Tür aşırılıkları bir yana, her iki monolog da büyük şiddet hikayelerini paylaşmayı içeriyor ve Mamie Till-Mobley’nin ifadesinin merkezinde şiddet yer alıyor ve Jim Crow South’un vahşice dayatılan sessizliğini bozuyor. Chinonye Chukwu’nun “Till” filmi, Emmett Till’in öldürülmesini ve annesi Mamie’nin (Danielle Deadwyler) katillerinin yargılanmasından önce, bu dava sırasında ve sonrasında gösterdiği kahramanlığı konu alıyor ve bu bir adalet komedisi olarak ortaya çıkıyor. Mahkeme salonu sekansı, beklediğimizin, yani dramatik ifşaatların, tepkilerin ve itirazların ötesine geçiyor.

Mamie’ye cesedi bulunduktan sonra oğlunu nasıl teşhis ettiği sorulurken kamera sıkıca Deadwyler’da kalır. Cinayetinin çirkinleştirici vahşetini ondan şüphe etmek için bir bahaneye dönüştüren, doğası gereği acımasız bir sorgulama. Deadwyler ve Chukwu, sahneyi yeniden başka bir şeye, bir kararlılık, haklı öfke ve sevgi gösterisine dönüştürür. Mamie, az önce bir şerifin Emmett Till’in hayatta ve bir yerlerde saklanıyor olması gerektiğine dair tanıklık ettiği bir mahkemede azarlamada onurlu ve soğukkanlı bir tavırla yerini koruyor. Tanıklığı (mahkeme transkriptlerinden satırlar içerir), yavaşça kafa kafaya dönen ilk profil çekiminde filme alınır. Deadwyler’ın ekrana hakimiyeti, satırlarının duyulmayı bekleyen tek bir metinde birleştiği hissini veriyor.

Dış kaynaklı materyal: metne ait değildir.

// The office records a trip to a licensed site with a van's used oil.
import { useState, type SubmitEvent } from 'react';
import { useSend } from './use-send';
import { FormMessage } from '../office/form';

type Props = { vans: { technicianId: string; technicianName: string; heldL: number }[] };

const input = 'min-h-10 rounded border-2 border-ink/50 bg-white px-2 font-normal';

function nowForInput(): string {
  const d = new Date();
  d.setMinutes(d.getMinutes() - d.getTimezoneOffset());
  return d.toISOString().slice(0, 16);
}

export default function DisposalForm({ vans }: Props) {
  const [technicianId, setTechnicianId] = useState(vans[0]?.technicianId ?? '');
  const [litres, setLitres] = useState(String(vans[0]?.heldL || ''));
  const { busy, error, setError, send } = useSend();

  async function onSubmit(event: SubmitEvent<HTMLFormElement>) {
    event.preventDefault();
    const form = new FormData(event.currentTarget);
    const when = String(form.get('disposedAt') ?? '');
    if (!when || !(Number(litres) > 0) || !String(form.get('siteName') ?? '').trim()) {
      setError('Give the date and time, the licensed site and the litres (above zero).');
      return;
    }
    const saved = await send('POST', '/api/office/used-oil/disposals', {
      technicianId,
      // The browser's local time, sent as an instant.
      disposedAt: new Date(when).toISOString(),
      siteName: String(form.get('siteName')),
      siteLicence: String(form.get('siteLicence') ?? ''),
      reference: String(form.get('reference') ?? ''),
      litres: Number(litres),
    });
    if (saved) window.location.reload();
  }

  return (
    <form onSubmit={onSubmit} className="flex flex-col gap-3 rounded border-2 border-ink/20 bg-white p-4" aria-label="Record a disposal">
      <h2 className="text-lg font-bold">Record a disposal</h2>
      <div className="grid grid-cols-2 gap-3">
        <label className="flex flex-col text-sm font-bold">
          From the van of
          <select
            value={technicianId}
            onChange={(e) => {
              setTechnicianId(e.target.value);
              const held = vans.find((v) => v.technicianId === e.target.value)?.heldL;
              setLitres(held ? String(held) : '');
            }}
            className={input}
          >
            {vans.map((v) => (
              <option key={v.technicianId} value={v.technicianId}>
                {v.technicianName}
              </option>
            ))}
          </select>
        </label>
        <label className="flex flex-col text-sm font-bold">
          When
          <input name="disposedAt" type="datetime-local" defaultValue={nowForInput()} className={input} />
        </label>
        <label className="col-span-2 flex flex-col text-sm font-bold">
          Licensed site
          <input name="siteName" maxLength={200} className={input} placeholder="Name and address of the site" />
        </label>
        <label className="flex flex-col text-sm font-bold">
          Site permit or licence number
          <input name="siteLicence" maxLength={100} className={input} />
        </label>
        <label className="flex flex-col text-sm font-bold">
          Transfer note reference
          <input name="reference" maxLength={100} className={input} />
        </label>
        <label className="flex flex-col text-sm font-bold">
          Litres handed over
          <input type="number" inputMode="decimal" min="0" step="0.1" value={litres} onChange={(e) => setLitres(e.target.value)} className={input} />
        </label>
      </div>
      <p className="text-sm">Prefilled with what the van collected since its last disposal; enter what the site measured.</p>
      <FormMessage message={error} />
      <button type="submit" disabled={busy || vans.length === 0} className="min-h-11 rounded bg-brand px-4 font-bold text-white disabled:opacity-60">
        {busy ? 'Saving…' : 'Record the disposal'}
      </button>
    </form>
  );
}
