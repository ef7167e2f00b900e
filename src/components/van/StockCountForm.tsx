// A stock count: the office enters what is actually in the van; the difference is recorded.
import { useState, type SubmitEvent } from 'react';
import { useSend } from './use-send';
import { FormMessage } from '../office/form';

type PartOption = { id: string; partNumber: string; description: string; unit: string };
type Props = { technicianId: string; parts: PartOption[] };

const input = 'min-h-10 rounded border-2 border-ink/50 bg-white px-2 font-normal';

export default function StockCountForm({ technicianId, parts }: Props) {
  const { busy, error, setError, send } = useSend();
  const [done, setDone] = useState<string | null>(null);

  async function onSubmit(event: SubmitEvent<HTMLFormElement>) {
    event.preventDefault();
    const form = new FormData(event.currentTarget);
    const partId = String(form.get('partId') ?? '');
    const counted = String(form.get('counted') ?? '');
    if (!partId || counted === '' || !(Number(counted) >= 0)) {
      setError('Choose the part and enter the quantity counted (0 or more).');
      return;
    }
    const result = await send<{ difference: number }>('POST', '/api/office/van-stock/count', {
      technicianId,
      partId,
      counted: Number(counted),
      note: String(form.get('note') ?? ''),
    });
    if (!result) return;
    if (result.difference === 0) {
      setDone('The count agrees with the recorded level; nothing was changed.');
      return;
    }
    window.location.reload();
  }

  return (
    <form onSubmit={onSubmit} className="flex flex-col gap-3 rounded border-2 border-ink/20 bg-white p-4" aria-label="Stock count">
      <h2 className="text-lg font-bold">Stock count</h2>
      <label className="flex flex-col text-sm font-bold">
        Part
        <select name="partId" className={`${input} w-full min-w-0`} defaultValue="">
          <option value="">Choose a part…</option>
          {parts.map((p) => (
            <option key={p.id} value={p.id}>
              {p.partNumber} · {p.description}
            </option>
          ))}
        </select>
      </label>
      <div className="flex gap-2">
        <label className="flex w-32 flex-col text-sm font-bold">
          Counted
          <input name="counted" type="number" inputMode="decimal" min="0" step="any" className={input} />
        </label>
        <label className="flex flex-1 flex-col text-sm font-bold">
          Note
          <input name="note" maxLength={500} className={input} placeholder="e.g. Friday count" />
        </label>
      </div>
      <FormMessage message={error} />
      {done && <p role="status">{done}</p>}
      <button type="submit" disabled={busy} className="min-h-11 rounded border-2 border-brand px-4 font-bold text-brand disabled:opacity-60">
        {busy ? 'Saving…' : 'Record the count'}
      </button>
    </form>
  );
}
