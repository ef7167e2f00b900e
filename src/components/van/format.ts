// How the van screens write quantities and days, the same on the server and in the browser.
import { describePacking, type Packing } from '../../lib/trade/containers';

/** "3.2 L" for oil, "4" for counted parts. */
export function formatQuantity(quantity: number, unit: string): string {
  const number = Number.isInteger(quantity) ? String(quantity) : quantity.toFixed(3).replace(/0+$/, '').replace(/\.$/, '');
  return unit === 'L' ? `${number} L` : number;
}

/** "1 × 5 L + 3 × 1 L", or nothing for counted parts. */
export function formatPacking(packing: Packing | null): string {
  return packing && packing.containers.length > 0 ? describePacking(packing) : '';
}

/** "Tue 14 Apr 2026" for a yyyy-mm-dd date. */
export function formatDay(date: string): string {
  const [y, m, d] = date.split('-').map(Number) as [number, number, number];
  return new Intl.DateTimeFormat('en-GB', { weekday: 'short', day: 'numeric', month: 'short', year: 'numeric', timeZone: 'UTC' }).format(
    new Date(Date.UTC(y, m - 1, d)),
  );
}

/** "09:30" or "14 Apr, 09:30" in the given time zone. */
export function formatTime(instant: string, timeZone?: string, withDay = false): string {
  return new Intl.DateTimeFormat('en-GB', {
    ...(withDay ? { day: 'numeric', month: 'short' } : {}),
    hour: '2-digit',
    minute: '2-digit',
    timeZone,
  }).format(new Date(instant));
}
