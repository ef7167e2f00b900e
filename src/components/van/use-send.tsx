// The submit of the van forms: send JSON with the console's one fetch helper, keep "busy" while
// it travels, and turn a refusal into the sentence shown beside the form.
import { useState } from 'react';
import { api, ApiError } from '../office/api';

export function useSend() {
  const [busy, setBusy] = useState(false);
  const [error, setError] = useState<string | null>(null);

  /** The answer's body, or null when the server refused (the reason is then in `error`). */
  async function send<T = unknown>(method: string, url: string, body: unknown): Promise<T | null> {
    setBusy(true);
    setError(null);
    try {
      return await api<T>(url, { method, body });
    } catch (failure) {
      const reason = failure instanceof ApiError ? failure : null;
      setError(reason ? [reason.message, ...reason.details].join(' ') : 'Something went wrong. Nothing was saved; try again.');
      return null;
    } finally {
      setBusy(false);
    }
  }

  return { busy, error, setError, send };
}
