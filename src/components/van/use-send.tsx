// The one submit pattern of the van forms: send JSON, keep "busy" while it travels, and turn a
// refusal into a sentence shown beside the form.
import { useState } from 'react';
import { requestJson } from '../ui/request-json';

export function useSend() {
  const [busy, setBusy] = useState(false);
  const [error, setError] = useState<string | null>(null);

  /** The answer's body, or null when the server refused (the reason is then in `error`). */
  async function send<T = unknown>(method: string, url: string, body: unknown): Promise<T | null> {
    setBusy(true);
    setError(null);
    const result = await requestJson<T>(method, url, body);
    setBusy(false);
    if (!result.ok) {
      setError(result.message);
      return null;
    }
    return result.data;
  }

  return { busy, error, setError, send };
}

export function FormError({ message }: { message: string | null }) {
  return message ? (
    <p role="alert" className="rounded border-2 border-sev-now p-2 font-bold text-sev-now">
      {message}
    </p>
  ) : null;
}
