// The parts catalogue: add a part, change its prices, supplier and whether it is still stocked,
// and set the container sizes each oil comes in.
import { useState, type SubmitEvent } from 'react';
import type { CataloguePart } from '../../lib/server/catalogue';
import { formatMoney } from '../../lib/trade/money';
import { parseMoney } from '../../lib/billing/money';
import { formatMajorAmount } from '../../lib/office/money-input';
import { useSend } from './use-send';
import { FormMessage } from '../office/form';

type Props = { parts: CataloguePart[]; kinds: readonly string[]; currency: string };

const input = 'min-h-10 w-full rounded border-2 border-ink/50 bg-white px-2 font-normal';
const kindLabel = (kind: string) => kind.replace('_', ' ');

/** "7.20" → 720 in a two-digit currency; null when it is not an amount. */
const toMinor = (text: string, currency: string) => parseMoney(text, currency) ?? null;

function sizesFrom(text: string): number[] | null {
  const sizes = text.split(/[,\s]+/).filter(Boolean).map(Number);
  return sizes.every((s) => Number.isFinite(s) && s > 0) ? sizes : null;
}

function AddPart({ kinds, currency }: { kinds: readonly string[]; currency: string }) {
  const [kind, setKind] = useState('oil_filter');
  const { busy, error, setError, send } = useSend();

  async function onSubmit(event: SubmitEvent<HTMLFormElement>) {
    event.preventDefault();
    const form = new FormData(event.currentTarget);
    const text = (name: string) => String(form.get(name) ?? '').trim();
    const costMinor = toMinor(text('cost'), currency);
    const priceMinor = toMinor(text('price'), currency);
    if (costMinor === null || priceMinor === null) {
      setError('Give the cost and the price as amounts, e.g. 7.20.');
      return;
    }
    const created = await send('POST', '/api/office/parts', {
      partNumber: text('partNumber'),
      description: text('description'),
      kind,
      unit: kind === 'oil' ? 'L' : text('unit') || '{each}',
      oilGrade: kind === 'oil' ? text('oilGrade') : null,
      costMinor,
      priceMinor,
      supplier: text('supplier'),
    });
    if (created) window.location.reload();
  }

  return (
    <form onSubmit={onSubmit} aria-label="Add a part" className="grid grid-cols-[repeat(4,minmax(0,1fr))] items-end gap-3 rounded border-2 border-ink/20 bg-white p-4">
      <h2 className="col-span-4 text-lg font-bold">Add a part</h2>
      <label className="flex flex-col text-sm font-bold">
        Part number
        <input name="partNumber" required maxLength={60} className={input} />
      </label>
      <label className="col-span-2 flex flex-col text-sm font-bold">
        Description
        <input name="description" required maxLength={200} className={input} />
      </label>
      <label className="flex flex-col text-sm font-bold">
        Kind
        <select value={kind} onChange={(e) => setKind(e.target.value)} className={input}>
          {kinds.map((k) => (
            <option key={k} value={k}>
              {kindLabel(k)}
            </option>
          ))}
        </select>
      </label>
      {kind === 'oil' ? (
        <label className="flex flex-col text-sm font-bold">
          SAE grade
          <input name="oilGrade" required placeholder="5W-30" className={input} />
        </label>
      ) : (
        <label className="flex flex-col text-sm font-bold">
          Counted in
          <select name="unit" className={input} defaultValue="{each}">
            <option value="{each}">each</option>
            <option value="L">litres</option>
          </select>
        </label>
      )}
      <label className="flex flex-col text-sm font-bold">
        Cost ({currency}{kind === 'oil' ? ' per L' : ''})
        <input name="cost" inputMode="decimal" required className={input} />
      </label>
      <label className="flex flex-col text-sm font-bold">
        Price ({currency}{kind === 'oil' ? ' per L' : ''})
        <input name="price" inputMode="decimal" required className={input} />
      </label>
      <label className="flex flex-col text-sm font-bold">
        Supplier
        <input name="supplier" maxLength={120} className={input} />
      </label>
      <div className="col-span-3">
        <FormMessage message={error} />
      </div>
      <button type="submit" disabled={busy} className="min-h-11 rounded bg-brand px-4 font-bold text-white disabled:opacity-60">
        {busy ? 'Adding…' : 'Add the part'}
      </button>
    </form>
  );
}

function EditRow({ part, currency, onDone }: { part: CataloguePart; currency: string; onDone: () => void }) {
  const { busy, error, setError, send } = useSend();

  async function onSubmit(event: SubmitEvent<HTMLFormElement>) {
    event.preventDefault();
    const form = new FormData(event.currentTarget);
    const text = (name: string) => String(form.get(name) ?? '').trim();
    const costMinor = toMinor(text('cost'), currency);
    const priceMinor = toMinor(text('price'), currency);
    const sizes = part.kind === 'oil' ? sizesFrom(text('sizes')) : [];
    if (costMinor === null || priceMinor === null) return setError('Give the cost and the price as amounts, e.g. 7.20.');
    if (sizes === null) return setError('Give container sizes in litres, separated by commas, e.g. 1, 5.');
    const saved = await send('PATCH', `/api/office/parts/${part.id}`, {
      description: text('description'),
      costMinor,
      priceMinor,
      supplier: text('supplier'),
      active: form.get('active') === 'on',
      ...(part.kind === 'oil' ? { oilGrade: text('oilGrade') } : {}),
    });
    if (!saved) return;
    if (part.kind === 'oil' && !(await send('PUT', `/api/office/parts/${part.id}/containers`, { sizesL: sizes }))) return;
    onDone();
    window.location.reload();
  }

  return (
    <tr className="border-b-2 border-brand bg-brand/5">
      <td colSpan={8} className="p-3">
        <form onSubmit={onSubmit} aria-label={`Edit ${part.partNumber}`} className="grid grid-cols-6 items-end gap-3">
          <label className="col-span-2 flex flex-col text-sm font-bold">
            Description
            <input name="description" defaultValue={part.description} className={input} />
          </label>
          {part.kind === 'oil' && (
            <label className="flex flex-col text-sm font-bold">
              SAE grade
              <input name="oilGrade" defaultValue={part.oilGrade ?? ''} className={input} />
            </label>
          )}
          <label className="flex flex-col text-sm font-bold">
            Cost ({currency})
            <input name="cost" inputMode="decimal" defaultValue={formatMajorAmount(part.costMinor, currency)} className={input} />
          </label>
          <label className="flex flex-col text-sm font-bold">
            Price ({currency})
            <input name="price" inputMode="decimal" defaultValue={formatMajorAmount(part.priceMinor, currency)} className={input} />
          </label>
          <label className="flex flex-col text-sm font-bold">
            Supplier
            <input name="supplier" defaultValue={part.supplier} className={input} />
          </label>
          {part.kind === 'oil' && (
            <label className="flex flex-col text-sm font-bold">
              Containers (L)
              <input name="sizes" defaultValue={part.containerSizesL.join(', ')} placeholder="1, 5" className={input} />
            </label>
          )}
          <label className="flex min-h-10 items-center gap-2 font-bold">
            <input type="checkbox" name="active" defaultChecked={part.active} className="size-5" />
            Still stocked
          </label>
          <div className="col-span-3">
            <FormMessage message={error} />
          </div>
          <div className="col-span-2 flex justify-end gap-2">
            <button type="button" onClick={onDone} className="min-h-10 rounded border-2 border-ink px-4 font-bold">
              Cancel
            </button>
            <button type="submit" disabled={busy} className="min-h-10 rounded bg-brand px-4 font-bold text-white disabled:opacity-60">
              {busy ? 'Saving…' : 'Save'}
            </button>
          </div>
        </form>
      </td>
    </tr>
  );
}

export default function PartsCatalogue({ parts, kinds, currency }: Props) {
  const [editing, setEditing] = useState<string | null>(null);
  return (
    <div className="flex flex-col gap-5">
      <AddPart kinds={kinds} currency={currency} />
      <table className="w-full border-collapse bg-white text-left">
        <thead>
          <tr className="border-b-2 border-ink/40">
            <th className="px-2 py-2">Part</th>
            <th className="px-2 py-2">Kind</th>
            <th className="px-2 py-2">Unit</th>
            <th className="px-2 py-2">Containers</th>
            <th className="px-2 py-2 text-right">Cost</th>
            <th className="px-2 py-2 text-right">Price</th>
            <th className="px-2 py-2">Supplier</th>
            <th className="px-2 py-2">
              <span className="sr-only">Edit</span>
            </th>
          </tr>
        </thead>
        <tbody>
          {parts.map((part) =>
            editing === part.id ? (
              <EditRow key={part.id} part={part} currency={currency} onDone={() => setEditing(null)} />
            ) : (
              <tr key={part.id} className={`border-b border-ink/15 ${part.active ? '' : 'text-ink/60'}`}>
                <td className="px-2 py-1.5">
                  <span className="font-mono font-bold">{part.partNumber}</span> {part.description}
                  {!part.active && <span className="ml-2 rounded border border-ink/40 px-1 text-sm">no longer stocked</span>}
                </td>
                <td className="px-2 py-1.5">{part.oilGrade ? `oil ${part.oilGrade}` : kindLabel(part.kind)}</td>
                <td className="px-2 py-1.5">{part.unit === 'L' ? 'litres' : 'each'}</td>
                <td className="px-2 py-1.5">{part.kind === 'oil' ? part.containerSizesL.map((s) => `${s} L`).join(', ') || 'none set' : ''}</td>
                <td className="px-2 py-1.5 text-right">{formatMoney(part.costMinor, currency)}</td>
                <td className="px-2 py-1.5 text-right">{formatMoney(part.priceMinor, currency)}</td>
                <td className="px-2 py-1.5">{part.supplier || '–'}</td>
                <td className="px-2 py-1.5 text-right">
                  <button type="button" onClick={() => setEditing(part.id)} className="min-h-9 rounded border-2 border-brand px-3 font-bold text-brand" aria-label={`Edit ${part.partNumber}`}>
                    Edit
                  </button>
                </td>
              </tr>
            ),
          )}
        </tbody>
      </table>
    </div>
  );
}
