// The technician's load list on the phone. The last copy fetched for each day is kept on the
// device (idb-keyval), so the list opens with no signal in the store or at the first visit.
import { useCallback, useEffect, useState } from 'react';
import { get, set } from 'idb-keyval';
import type { RoundLoadList } from '../../lib/server/load-list';
import { api, ApiError } from '../office/api';
import LoadListSheet from './LoadListSheet';
import { formatTime } from './format';

type Saved = { list: RoundLoadList; savedAt: string };
type Day = 'today' | 'tomorrow';

const cacheKey = (date: string) => `tickover:load-list:${date}`;

/** The phone's own calendar date, `offset` days on (the phone keeps the business's local time). */
function localDate(offset: number): string {
  const d = new Date();
  d.setDate(d.getDate() + offset);
  return [d.getFullYear(), String(d.getMonth() + 1).padStart(2, '0'), String(d.getDate()).padStart(2, '0')].join('-');
}

export default function PhoneLoadList() {
  const [day, setDay] = useState<Day>('tomorrow');
  const [saved, setSaved] = useState<Saved | null>(null);
  const [message, setMessage] = useState<string | null>(null);
  const [signedOut, setSignedOut] = useState(false);
  const [busy, setBusy] = useState(false);
  const date = localDate(day === 'today' ? 0 : 1);

  const refresh = useCallback(async () => {
    setBusy(true);
    try {
      const fresh = { list: await api<RoundLoadList>('/api/van/load-list', { query: { date } }), savedAt: new Date().toISOString() };
      setSaved(fresh);
      setMessage(null);
      await set(cacheKey(date), fresh).catch(() => undefined);
    } catch (failure) {
      const status = failure instanceof ApiError ? failure.status : -1;
      setMessage(status === 0 ? 'No signal: showing the copy saved on this phone.' : (failure as Error).message);
      setSignedOut(status === 401);
    } finally {
      setBusy(false);
    }
  }, [date]);

  useEffect(() => {
    let current = true;
    setSaved(null);
    setMessage(null);
    get<Saved>(cacheKey(date))
      .catch(() => undefined)
      .then((copy) => {
        if (current && copy) setSaved(copy);
      })
      .finally(() => {
        if (current) void refresh();
      });
    return () => {
      current = false;
    };
  }, [date, refresh]);

  return (
    <div className="flex flex-1 flex-col">
      <div className="flex-1 p-4">
        <p className="mb-3 text-base" role="status">
          {saved ? `Saved on this phone at ${formatTime(saved.savedAt, undefined, true)}; it opens without signal.` : busy ? 'Fetching the load list…' : ''}
        </p>
        {message && (
          <p role="alert" className="mb-4 rounded border-2 border-sev-soon bg-white p-3 font-bold">
            {message}
            {signedOut && (
              <a href="/sign-in?next=/van" className="mt-2 flex min-h-12 items-center justify-center rounded bg-brand px-4 text-white">
                Sign in
              </a>
            )}
          </p>
        )}
        {saved ? (
          <LoadListSheet list={saved.list} />
        ) : (
          !busy && !message && <p className="rounded border-2 border-ink/30 bg-white p-4">No copy of this day’s list is on the phone yet.</p>
        )}
      </div>
      <div className="sticky bottom-0 flex flex-col gap-2 border-t-2 border-ink/20 bg-paper p-3 print:hidden">
        <div className="grid grid-cols-2 gap-2" role="group" aria-label="Which round">
          {(['today', 'tomorrow'] as const).map((choice) => (
            <button
              key={choice}
              type="button"
              aria-pressed={day === choice}
              onClick={() => setDay(choice)}
              className={`min-h-14 rounded border-2 border-brand px-3 text-lg font-bold ${day === choice ? 'bg-brand text-white' : 'bg-white text-brand'}`}
            >
              {choice === 'today' ? 'Today' : 'Tomorrow'}
            </button>
          ))}
        </div>
        <div className="grid grid-cols-2 gap-2">
          <button type="button" onClick={() => void refresh()} disabled={busy} className="min-h-14 rounded border-2 border-ink bg-white px-3 text-lg font-bold disabled:opacity-60">
            {busy ? 'Updating…' : 'Update'}
          </button>
          <button type="button" onClick={() => window.print()} disabled={!saved} className="min-h-14 rounded bg-brand-dark px-3 text-lg font-bold text-white disabled:opacity-60">
            Print
          </button>
        </div>
      </div>
    </div>
  );
}
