// The wettest window of `rain` relative to the envelope.
struct WorstWindow {
  double ratio = 0.0;
  double depth_m = 0.0;
  double duration_s = 0.0;
};

WorstWindow worst_window(const hydrology::Hyetograph& rain) {
  WorstWindow worst;
  const double whole_s = rain.duration_s();
  const auto consider = [&](double t0, double t1) {
    const double d_s = t1 - t0;
    if (!(d_s > 0.0)) return;
    const double depth = rain.depth_between_m(t0, t1);
    const double ratio = depth / record_rainfall_envelope_m(std::max(d_s, 60.0));
    if (ratio > worst.ratio) worst = {ratio, depth, d_s};
  };
  consider(rain.start_s(), rain.end_s());
  // Windows of standard lengths starting at every block boundary: enough to find a burst
  // inside a long record without testing every pair of blocks.
  constexpr double kWindowsMin[] = {1, 5, 10, 15, 30, 60, 120, 360, 720, 1440, 4320, 10080};
  for (double w_min : kWindowsMin) {
    const double w_s = 60.0 * w_min;
    if (w_s >= whole_s) break;
    for (double t0 : rain.boundary_times_s()) {
      if (t0 + w_s > rain.end_s()) break;
      consider(t0, t0 + w_s);
    }
  }
  return worst;
}

std::string duration_text(double s) {
  return s < 7200.0 ? format_value(std::round(s / 6.0) / 10.0) + " min"
                    : format_value(std::round(s / 360.0) / 10.0) + " h";
}

}  // namespace

void check_storm_depth(FieldReader& r, const InputUnits& u, std::string_view key,
                       const hydrology::Hyetograph& rain, bool design) {
  const auto depth = [&u](double m) {
    return format_fixed(m / u.rain_depth_m(1.0), u.us() ? 2 : 1) + " " + u.depth_unit();
  };
  constexpr std::string_view kEnvelope =
      "the world-record envelope of point rainfall, P = 422 D^0.475 mm with D in hours "
      "(Jennings 1950, with later records; from memory)";
  const WorstWindow w = worst_window(rain);
  if (w.duration_s > 0.0) {
    const double envelope_m = record_rainfall_envelope_m(std::max(w.duration_s, 60.0));
    const std::string what = "gives " + depth(w.depth_m) + " within " +
                             duration_text(w.duration_s) + ", " + format_fixed(w.ratio, 1) +
                             " times " + std::string(kEnvelope) + " (" + depth(envelope_m) +
                             " within " + duration_text(w.duration_s) + ")";
    if (w.ratio > 2.0) {
      r.report(key, what + ": more than twice the world record is not a real storm; " +
                        "check the units (units = \"us\" reads depths in inches and " +
                        "intensities in in/h)");
      return;
    }
    if (w.ratio > 1.0) {
      r.warn(key, what + ": wetter than any storm on record; check the depths and their units");
    }
  }
  const double total_envelope_m = record_rainfall_envelope_m(std::max(rain.duration_s(), 60.0));
  if (design && rain.total_depth_m() < 0.01 * total_envelope_m) {
    r.warn(key, "gives " + depth(rain.total_depth_m()) + " within " +
                    duration_text(rain.duration_s()) + ", less than 1 % of " + std::string(kEnvelope) + " (" +
                    depth(total_envelope_m) + "): too small for a design storm; check the "
                    "units (units = \"si\" reads depths in mm and intensities in mm/h)");
  }
}

}  // namespace freshet::io::detail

Mamie’nin Emmett’e olan sevgisi, mahkemenin yolsuzluğunun üzerine çıkar ve kameranın sabit bakışları bunun bir kanıtıdır. Deadwyler, oğlunun vücudunu bu korkunç durumda bile tanıyabildiğini açıklarken gözlerini kapatıyor ve bu jest, anne sevgisinin mahremiyetini ve bu deneyimin akıl almaz acısını yakalayarak bir anı bir anda kesiyor. Sonunda, sahne Mamie ile soru soran kişi arasında gidip gelmeye başlar, ancak ondan bir fotoğrafı tanımlaması istendiğinde can alıcı bir cevap çıkar. Gerçekçi bir öfkeyle yanıt verir: “Bu resim oğlumun Mississippi’nin onu ölü olarak Chicago’ya göndermesinden sonrasına ait.” Bu, kelimenin tam anlamıyla Mamie’nin iktidara gerçeği söylemesidir: Emmett’in ırkçılıkla kuşatılmış ayrı bir eyalete yaptığı yolculuğun ham gerçekleri. terör ve şiddet hüküm sürmektedir. Genişletilmiş plan, Mamie’nin bu düşmanca alanda kendini nasıl ortaya koyduğunu ifade etmeye yardımcı oluyor. Oğlunun cesedinin halka teşhir edilmesiyle öne sürdüğü gibi, başka yöne bakamayız – bakmamalıyız da.